For the word "usize", state how many lines of the listing below contain it. Give the number and nothing more.

DATASET RECORDS.
---------------
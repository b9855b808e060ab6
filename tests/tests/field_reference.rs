//! The field models (`dsp::field`) against published formulas, and against the
//! Biot–Savart law integrated numerically here in f64 (a reference independent of
//! the closed forms the models use).
//!
//! * Dipole: `B = μ0/(4πr³)·[3(m·r̂)r̂ − m]` (Griffiths, *Introduction to
//!   Electrodynamics*, 4th ed., eq. 5.89; equation number from memory).
//! * Biot–Savart law for a line current: `B = μ0I/4π ∮ dl × R̂/R²` (Griffiths
//!   eq. 5.34, number from memory), integrated here by quadrature for a circular loop
//!   and for a long straight wire.
//! * Loop in its plane: exact values from complete elliptic integrals (Simpson, Lane,
//!   Immer & Youngquist, *Simple Analytic Expressions for the Magnetic Field of a
//!   Circular Current Loop*, NASA technical report, 2001), derived values, see
//!   tests/REFERENCES.md.

use rand::rngs::StdRng;
use rand::{RngExt, SeedableRng};
use undertone_dsp::field::dipole::dipole_field;
use undertone_dsp::field::line::line_field;

type V = [f64; 3];

fn sub(a: V, b: V) -> V {
    [a[0] - b[0], a[1] - b[1], a[2] - b[2]]
}
fn cross(a: V, b: V) -> V {
    [a[1] * b[2] - a[2] * b[1], a[2] * b[0] - a[0] * b[2], a[0] * b[1] - a[1] * b[0]]
}
fn norm(a: V) -> f64 {
    (a[0] * a[0] + a[1] * a[1] + a[2] * a[2]).sqrt()
}
fn f32v(a: V) -> [f32; 3] {
    a.map(|v| v as f32)
}
fn f64v(a: [f32; 3]) -> V {
    a.map(|v| v as f64)
}

/// Biot–Savart for a circular loop of radius `a` (m) in the z = 0 plane about the
/// origin, current `i` (A) counter-clockwise seen from +z, by the trapezoid rule over
/// `k` segments (exponentially accurate for this smooth periodic integrand).
fn loop_biot_savart(a: f64, i: f64, p: V, k: usize) -> V {
    let mut b = [0.0; 3];
    let dphi = std::f64::consts::TAU / k as f64;
    for s in 0..k {
        let phi = s as f64 * dphi;
        let (sn, cs) = phi.sin_cos();
        let l = [a * cs, a * sn, 0.0];
        let dl = [-a * sn * dphi, a * cs * dphi, 0.0];
        let r = sub(p, l);
        let d = norm(r);
        let c = cross(dl, r);
        for j in 0..3 {
            b[j] += 1e-7 * i * c[j] / (d * d * d);
        }
    }
    b
}

/// Biot–Savart for an infinite straight wire through `o` along unit `u`, current `i`,
/// integrated over the position t along the wire with t = ρ·tan θ (θ uniform in
/// (−π/2, π/2), `k` midpoints), so the infinite line is covered.
fn wire_biot_savart(i: f64, o: V, u: V, p: V, k: usize) -> V {
    let r0 = sub(p, o);
    let along = r0[0] * u[0] + r0[1] * u[1] + r0[2] * u[2];
    let foot = [o[0] + along * u[0], o[1] + along * u[1], o[2] + along * u[2]];
    let rho = norm(sub(p, foot));
    let mut b = [0.0; 3];
    let dth = std::f64::consts::PI / k as f64;
    for s in 0..k {
        let th = -std::f64::consts::FRAC_PI_2 + (s as f64 + 0.5) * dth;
        let t = rho * th.tan();
        let dt = rho / th.cos().powi(2) * dth;
        let l = [foot[0] + t * u[0], foot[1] + t * u[1], foot[2] + t * u[2]];
        let r = sub(p, l);
        let d = norm(r);
        let c = cross([u[0] * dt, u[1] * dt, u[2] * dt], r);
        for j in 0..3 {
            b[j] += 1e-7 * i * c[j] / (d * d * d);
        }
    }
    b
}

#[test]
fn dipole_spot_values_griffiths_5_89() {
    // m = (1,0,0) A·m² at the origin, eq. 5.89 by hand (μ0/4π = 1e-7 T·m/A):
    // r = (0,0,1): m·r̂ = 0, B = −m·1e-7 = (−1e-7, 0, 0) T;
    // r = (1/√2,0,1): r = √1.5, m·r̂ = 1/√3, 3(m·r̂)r̂ − m = (0, 0, √2), B_z = 1e-7·√2/1.5^1.5 = 7.69800e-8 T;
    // r = (0.5,0,1): r = √1.25, B = 1e-7·(3·0.2·(0.5, 0, 1) − (1,0,0))/1.25^1.5 = (−2.86217e-8, 0, 8.58650e-8) T.
    // magpylib's dipole gives the same. f32 evaluation: 1e-6 relative.
    let m = [1.0, 0.0, 0.0];
    let close = |a: f32, b: f64| ((a as f64) - b).abs() <= 1e-6 * b.abs();
    let b = dipole_field(m, [0.0; 3], [0.0, 0.0, 1.0]);
    assert!(close(b[0], -1.000e-7) && b[1] == 0.0 && b[2].abs() < 1e-15, "{b:?}");
    let b = dipole_field(m, [0.0; 3], [std::f32::consts::FRAC_1_SQRT_2, 0.0, 1.0]);
    assert!(b[0].abs() < 1e-13 && close(b[2], 1e-7 * 2f64.sqrt() / 1.5f64.powf(1.5)), "{b:?}");
    assert!((b[2] as f64 - 7.69800e-8).abs() < 1e-13);
    let b = dipole_field(m, [0.0; 3], [0.5, 0.0, 1.0]);
    assert!((b[0] as f64 + 2.86217e-8).abs() < 1e-13 && (b[2] as f64 - 8.58650e-8).abs() < 1e-13, "{b:?}");
}

#[test]
fn dipole_against_eq_5_89_in_f64_at_random_points() {
    // Eq. 5.89 written out in f64 at random points and moments: f32 within 1e-5 of the
    // field's scale μ0|m|/(4πr³) (f32 rounding of r³ and the products: ~1e-7).
    let mut rng = StdRng::seed_from_u64(12345);
    for _ in 0..200 {
        let m: V = std::array::from_fn(|_| rng.random_range(-1.0..1.0));
        let r: V = [rng.random_range(-3.0..3.0), rng.random_range(-3.0..3.0), rng.random_range(-6.5..-0.5)];
        let d = norm(r);
        let mr = (m[0] * r[0] + m[1] * r[1] + m[2] * r[2]) / d;
        let want: V = std::array::from_fn(|i| 1e-7 / d.powi(3) * (3.0 * mr * r[i] / d - m[i]));
        let got = f64v(dipole_field(f32v(m), [0.0; 3], f32v(r)));
        let scale = 1e-7 / d.powi(3) * norm(m);
        assert!(norm(sub(got, want)) < 1e-5 * scale, "{got:?} {want:?}");
    }
}

#[test]
fn loop_quadrature_reproduces_the_published_exact_field() {
    // The loop integral above against the exact in-plane values (elliptic integrals,
    // Simpson et al. 2001; I = 1 A, a = 1 m): 1e-8 relative with 4096 segments.
    for (rho, exact) in [(2.0f64, -5.417318486e-8f64), (5.0, -2.631284391e-9), (10.0, -3.177307523e-10), (20.0, -3.938064314e-11)] {
        let b = loop_biot_savart(1.0, 1.0, [rho, 0.0, 0.0], 4096);
        assert!((b[2] / exact - 1.0).abs() < 1e-8, "ρ/a = {rho}: {} vs {exact}", b[2]);
        assert!(b[0].abs() < 1e-9 * exact.abs() && b[1].abs() < 1e-9 * exact.abs());
    }
    // On the axis: B_z = μ0Ia²/(2(a² + z²)^{3/2}) (Griffiths Ex. 5.6, number from memory).
    for z in [0.5f64, 2.0, 10.0] {
        let b = loop_biot_savart(1.0, 1.0, [0.0, 0.0, z], 4096);
        let exact = 4e-7 * std::f64::consts::PI / (2.0 * (1.0 + z * z).powf(1.5));
        assert!((b[2] / exact - 1.0).abs() < 1e-10, "z = {z}: {} vs {exact}", b[2]);
    }
}

#[test]
fn dipole_model_error_against_an_exact_loop() {
    // A loop of radius a carrying I is a dipole m = I·πa² far away. The dipole model's
    // relative error against the loop (integrated above) follows the published table:
    // in the plane −0.275104, −0.0448489, −0.0112406, −0.00281191 at ρ/a = 2, 5, 10, 20
    // (derived from Simpson et al. 2001; leading term −(9/8)(a/ρ)²), and on the axis
    // (1 + a²/z²)^{3/2} − 1 (from Griffiths Ex. 5.6; leading term +1.5(a/z)²).
    // f32 dipole evaluation: 1e-6 relative, so 2e-6 on the error.
    let m = std::f32::consts::PI;
    for (rho, want) in [(2.0f64, -0.275104f64), (5.0, -0.0448489), (10.0, -0.0112406), (20.0, -0.00281191)] {
        let exact = loop_biot_savart(1.0, 1.0, [rho, 0.0, 0.0], 4096)[2];
        let err = dipole_field([0.0, 0.0, m], [0.0; 3], [rho as f32, 0.0, 0.0])[2] as f64 / exact - 1.0;
        assert!((err - want).abs() < 2e-6, "ρ/a = {rho}: {err} vs {want}");
    }
    for z in [2.0f64, 10.0, 20.0] {
        let exact = loop_biot_savart(1.0, 1.0, [0.0, 0.0, z], 4096)[2];
        let err = dipole_field([0.0, 0.0, m], [0.0; 3], [0.0, 0.0, z as f32])[2] as f64 / exact - 1.0;
        let want = (1.0 + 1.0 / (z * z)).powf(1.5) - 1.0;
        assert!((err - want).abs() < 2e-6, "z/a = {z}: {err} vs {want}");
    }
    // The claim in the dipole model's documentation: a source of a few centimetres (a loop
    // of radius 1.5 cm) is a point dipole to better than 0.1 % at locating distances (0.6 m
    // and beyond), in every direction. Worst case on the axis: 1.5·(0.015/0.6)² = 9.4e-4.
    let a = 0.015f64;
    let mut rng = StdRng::seed_from_u64(3);
    let mut worst = 0.0f64;
    for k in 0..64 {
        // Directions from the axis (k = 0) to the plane (k = 1) and at random.
        let (th, ph): (f64, f64) = match k {
            0 => (0.0, 0.0),
            1 => (std::f64::consts::FRAC_PI_2, 0.0),
            _ => (rng.random_range(0.0..std::f64::consts::PI), rng.random_range(0.0..std::f64::consts::TAU)),
        };
        let p = [0.6 * th.sin() * ph.cos(), 0.6 * th.sin() * ph.sin(), 0.6 * th.cos()];
        let exact = loop_biot_savart(a, 1.0, p, 4096);
        let dip = f64v(dipole_field([0.0, 0.0, (std::f64::consts::PI * a * a) as f32], [0.0; 3], f32v(p)));
        worst = worst.max(norm(sub(dip, exact)) / norm(exact));
    }
    assert!(worst < 1e-3, "a point dipole is off by {worst:e} at 0.6 m from a 1.5 cm loop");
    assert!((worst / (1.5 * (a / 0.6).powi(2)) - 1.0).abs() < 0.02, "worst {worst:e}, on the axis 1.5(a/r)²");
}

/// A root of `f` in [lo, hi] by bisection (f changes sign there).
fn bisect(f: impl Fn(f64) -> f64, mut lo: f64, mut hi: f64) -> f64 {
    let flo = f(lo);
    for _ in 0..200 {
        let mid = 0.5 * (lo + hi);
        if (f(mid) > 0.0) == (flo > 0.0) {
            lo = mid;
        } else {
            hi = mid;
        }
    }
    0.5 * (lo + hi)
}

/// The maximum of `f` on [lo, hi] by golden-section search.
fn argmax(f: impl Fn(f64) -> f64, mut lo: f64, mut hi: f64) -> f64 {
    let g = 0.5 * (5f64.sqrt() - 1.0);
    for _ in 0..200 {
        let (c, d) = (hi - g * (hi - lo), lo + g * (hi - lo));
        if f(c) > f(d) {
            hi = d;
        } else {
            lo = c;
        }
    }
    0.5 * (lo + hi)
}

#[test]
fn level_dipole_features_found_on_the_modelled_field() {
    // A level dipole m·x̂ at depth h, the receiver moving along its axis at (x, 0, 0).
    // From eq. 5.89: B_x = K(2x² − h²)/(x² + h²)^{5/2}, B_z = 3Kxh/(x² + h²)^{5/2}, so the
    // main peak is −K/h³, the nulls of B_x sit at x = ±h/√2 (so depth = null span/√2 =
    // 0.707107 × span, the trade's "0.7 × span" rule), the field there is vertical,
    // 0.769800·K/h³, and the secondary peaks of opposite sign sit at x = ±√1.5·h with
    // 0.2023858 of the main peak (derived, see tests/REFERENCES.md). Here the nulls and
    // peaks are *found* on the model's field, by bisection and golden-section search
    // (the model is f32: nulls and ratios to 1e-5 relative; a maximum's position only to
    // about √(2^−24) = 2.4e-4 of h, as the field is flat there: 1e-3).
    for h in [0.5f64, 1.0, 2.0, 4.0] {
        let src = [0.0, 0.0, -h as f32];
        let b = |x: f64| dipole_field([1.0, 0.0, 0.0], src, [x as f32, 0.0, 0.0]);
        let k = 1e-7 / h.powi(3);
        let main = b(0.0)[0] as f64;
        assert!((main / -k - 1.0).abs() < 1e-6, "main peak {main}");
        let bx = |x: f64| b(x)[0] as f64;
        let ahead = bisect(bx, 0.1 * h, 1.0 * h);
        let behind = bisect(bx, -h, -0.1 * h);
        assert!((ahead / (h / 2f64.sqrt()) - 1.0).abs() < 1e-5, "null ahead at {ahead}");
        assert!((behind / (-h / 2f64.sqrt()) - 1.0).abs() < 1e-5, "null behind at {behind}");
        // The trade's rule with the factor as printed (0.707107 = 1/√2 to 6 digits).
        #[allow(clippy::approx_constant)]
        let depth_from_span = (ahead - behind) * 0.707107;
        assert!((depth_from_span / h - 1.0).abs() < 1e-5, "depth from null span {depth_from_span} vs {h}");
        let at_null = b(ahead);
        assert!(((at_null[2] as f64) / (0.769800 * k) - 1.0).abs() < 1e-5, "field at the null {at_null:?}");
        let xs = argmax(bx, 0.9 * h, 2.0 * h);
        assert!((xs / (1.5f64.sqrt() * h) - 1.0).abs() < 1e-3, "secondary peak at {xs}");
        assert!((bx(xs) / -main - 0.2023858).abs() < 1e-5, "secondary peak {}", bx(xs) / main);
    }
}

#[test]
fn line_current_against_biot_savart_quadrature() {
    // Infinite straight wire: the model's closed form μ0I/(2πρ)·(d̂ × ρ̂) against the
    // Biot–Savart integral along the wire, at random lines and points: f32 within 1e-5.
    let mut rng = StdRng::seed_from_u64(99);
    for _ in 0..100 {
        let mut u: V = std::array::from_fn(|_| rng.random_range(-1.0..1.0));
        let n = norm(u);
        u = u.map(|v| v / n);
        let o: V = std::array::from_fn(|_| rng.random_range(-2.0..2.0));
        let p: V = std::array::from_fn(|_| rng.random_range(-2.0..2.0));
        let i = rng.random_range(-5.0..5.0);
        let want = wire_biot_savart(i, o, u, p, 20_000);
        let got = f64v(line_field(i as f32, f32v(o), f32v(u), f32v(p)));
        assert!(norm(sub(got, want)) < 1e-5 * norm(want), "{got:?} vs {want:?}");
    }
    // The sign (right-hand rule): a current along +x 1.5 m below the receiver makes a field
    // along −y above it (x̂ × ẑ = −ŷ), of 2e-7·I/ρ; reversing the current reverses it.
    let b = line_field(2.0, [0.0, 0.0, -1.5], [1.0, 0.0, 0.0], [3.0, 0.0, 0.0]);
    assert!(b[0].abs() < 1e-15 && b[2].abs() < 1e-15, "{b:?}");
    assert!(((b[1] as f64) / (-2e-7 * 2.0 / 1.5) - 1.0).abs() < 1e-6, "{b:?}");
    let r = line_field(-2.0, [0.0, 0.0, -1.5], [1.0, 0.0, 0.0], [3.0, 0.0, 0.0]);
    assert_eq!(r[1], -b[1]);
    // Level with the wire, to its left (+y), the field points up: d̂ × ρ̂ = x̂ × ŷ = +ẑ.
    let s = line_field(2.0, [0.0, 0.0, -1.5], [1.0, 0.0, 0.0], [0.0, 1.0, -1.5]);
    assert!(s[2] > 0.0 && s[0].abs() < 1e-15 && s[1].abs() < 1e-15, "{s:?}");
}
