//! The 6-coil one-station fix: noise-free recovery and errors against the
//! Cramér–Rao bound of the model (Kay, Fundamentals of Statistical Signal
//! Processing vol. 1, 1993, ch. 3: cov ≥ (JᵀWJ)⁻¹).

use undertone_dsp::field::vec3::from_yaw_pitch;
use undertone_dsp::field::Source;
use undertone_dsp::locate::fit::fit;
use undertone_dsp::Head;
use undertone_tests::Noise;

const K: f32 = 1e-7; // μ0m/4π for m = 1 A·m², readings in tesla

fn readings(x: f32, y: f32, h: f32, yaw: f32, pitch: f32) -> [f32; 6] {
    let m = from_yaw_pitch(yaw, pitch);
    let src = Source::Dipole { moment_am2: m, pos_m: [x, y, -h] };
    Head::triads6().readings(&src, [0.0; 3], 0.0)
}

#[test]
fn noise_free_recovers_offsets_depth_yaw_pitch() {
    let head = Head::triads6();
    let cases = [
        (0.0f32, 0.0f32, 1.0f32, 0.0f32, 0.0f32),
        (0.3, -0.2, 1.5, 0.4, 0.1),
        (-0.5, 0.4, 2.5, -0.8, -0.2),
        (0.8, 0.1, 0.8, 1.2, 0.3),
        (0.2, 0.6, 4.0, -0.3, 0.05),
    ];
    for (x, y, h, yaw, pitch) in cases {
        let a = readings(x, y, h, yaw, pitch);
        let sigma = [K * 1e-6; 6];
        let f = fit(&head, &a, &sigma, None);
        assert!(f.converged, "{f:?}");
        let p = f.params;
        let tol = 1e-4 * h.max(1.0);
        assert!((p[0] - x).abs() < tol && (p[1] - y).abs() < tol && (p[2] - h).abs() < tol, "case {:?}: {p:?}", (x, y, h));
        assert!((p[3] - yaw).abs() < 1e-4 && (p[4] - pitch).abs() < 1e-4, "case {:?}: {p:?}", (x, y, h, yaw, pitch));
        // K = μ0m/4π in reading units (tesla here): 1e-7 for m = 1 A·m².
        assert!((p[5].abs() / K - 1.0).abs() < 1e-3, "K {p:?}");
    }
}

#[test]
fn noisy_errors_within_1_5_times_cramer_rao() {
    let head = Head::triads6();
    let (x, y, h, yaw, pitch) = (0.25f32, -0.15f32, 1.5f32, 0.3f32, 0.05f32);
    let clean = readings(x, y, h, yaw, pitch);
    let sd = clean.iter().fold(0.0f32, |m, v| m.max(v.abs())) / 300.0; // ~50 dB on the strongest coil
    let sigma = [sd; 6];
    let bound = fit(&head, &clean, &sigma, None).sigma;
    let mut noise = Noise::new(99, sd as f64);
    let truth = [x, y, h, yaw, pitch];
    let mut sq = [0.0f64; 5];
    let trials = 400;
    for _ in 0..trials {
        let a = clean.map(|v| v + noise.sample() as f32);
        let f = fit(&head, &a, &sigma, None);
        assert!(f.converged);
        for i in 0..5 {
            sq[i] += ((f.params[i] - truth[i]) as f64).powi(2);
        }
    }
    for i in 0..5 {
        let rms = (sq[i] / trials as f64).sqrt();
        println!("fit parameter {i}: rms error {rms:.3e}, Cramér–Rao bound {:.3e}, ratio {:.3}", bound[i], rms / bound[i] as f64);
        assert!(rms <= 1.5 * bound[i] as f64, "param {i}: rms {rms} bound {}", bound[i]);
        assert!(rms >= 0.5 * bound[i] as f64, "param {i}: rms {rms} bound {} (bound not credible)", bound[i]);
    }
}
---------------
RESPONSE FOR THIS EXERCISE.
2